All this was ultimately so that we could get our residence permits in China. There are a lot of hurdles to get over and a lot of paperwork, but our mentors have been on the case for months now. Last week we got our passports back from the police station and we are legally Chinese residents so we’re in!!
Jake with our mentors, Joe, Alex and Shawn
But what is even more exciting is that we have now officially become ‘Foreign Experts’ in China with a certificate to prove it and everything (well until we have to give it back to the Ministry of Education when we leave the country). But we can enjoy the ‘prestige’ of the title while it lasts!

Crossing the road...Chinese style

All I can say is just go for it…(and watch your toes).
The juncion outside our school..believe it or not, the best thing to do to get to
the other side, is to walk straight through the middle of the chaos..

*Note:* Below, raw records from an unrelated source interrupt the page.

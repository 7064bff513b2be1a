// npm run kill -- [--rounds 50] [--only server|postgres|phone] [--seed 7]: kills server, database and phone in
// the middle of their work, again and again, and proves after each that nothing is lost or doubled.
import { existsSync } from 'node:fs'
import { join } from 'node:path'
import { ending } from './ending.mjs'
import {
  build,
  call,
  database,
  installPackages,
  leaveDatabase,
  modules,
  settings,
  stopCall,
} from './setup.mjs'

const args = process.argv.slice(2)
const only = args.includes('--only') ? args[args.indexOf('--only') + 1] : undefined
const parts = only === undefined ? ['server', 'postgres', 'phone'] : [only]

const ends = ending({ onSignal: 1 })
await ends.around(async () => {
  settings()
  ends.later(stopCall)
  await modules()
  ends.later(leaveDatabase)
  await database('farbench_test')
  ends.later(stopCall)
  if (parts.includes('phone') && !existsSync('/usr/bin/chromium')) await installPackages('chromium')
  if (parts.includes('server')) await build()
  const tsx = join('node_modules', '.bin', 'tsx')
  let worst = 0
  // Each in a process of its own: the server's settings are read once per process, and each has its own file store.
  for (const part of parts) {
    if (ends.begun) return
    const { status } = await call(tsx, ['tests/kill/kill.ts', ...args, '--only', part])
    worst = Math.max(worst, status ?? 1)
  }
  await ends.end(worst)
})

Saturday, 17 September 2011

Tianjin No. 1 High School

So I have never seen anything like it…we normally have Mondays off but for the first day of school we were asked whether we would like to attend the flag raising ceremony at 8am on Monday morning. “Cool” we said…why not. We walk out of our building through the school and what do we see…groups of students in military formation lightly jogging to a chorus of “left, right, left”. Turns out they were all making their way to the sports field to form an even bigger military style formation. Once all 3000 students were assembled nicely, someone shouted a few things over the loud speaker in a deafening cry, shortly followed by the raising of the flag and the national anthem. It was definitely a sight to see! (We have often joked with other ELAs about coming back to the school slightly under the influence and 'borrowing' the flag…but I am in no doubt that they would most definitely hunt you down!) So yes it was very interesting and so unlike anything you would expect at home but unfortunately we will probably not experience this again as we are fast asleep on Monday mornings!

Our living quarters

Our school is not pretty. It’s grey, a bit dull and the sunflowers (the school flower) that grow in the middle of the school are all dying, but I like it! It’s not beautiful but it’s in an awesome location, has everything you need (including a swimming pool..perfect for me!), and it takes us two minutes to get from our rooms to work! The students’ uniforms are quite nice too if you like lilac - more of a tracksuit than a traditional school uniform as one would expect at home. Our mentor is going to get hold of a couple for us to look cool (Chinese style) when we get home!

There are some very cute little streets around our school and the best place to buy flowers in the whole city is just down the road. I often see beautiful bouquets being prepared and people walking around with lovely flower arrangements bigger than themselves. Naturally they are extremely busy on Teachers Day and Valentine’s Day! There is also a little street that sells animals such as tiny kittens, guinea pig looking animals, fish and turtles. I nearly bought a puppy along this street…he was blonde and so small, the cutest thing I have ever seen! A lot of people seem to have pet dogs in China but they are all so tiny! Jake says they are not proper dogs. He seems to think that they all have rabies and he wants to kick them all but they are real dogs, they don’t have rabies and most of them are adorable. Just the other day I saw a tiny white poodle, complete with red slippers, strut past followed by a wonderful display by a Chihuahua attempting to climb up an escalator that had just decided to stop working (I still don’t know whether he made it or not).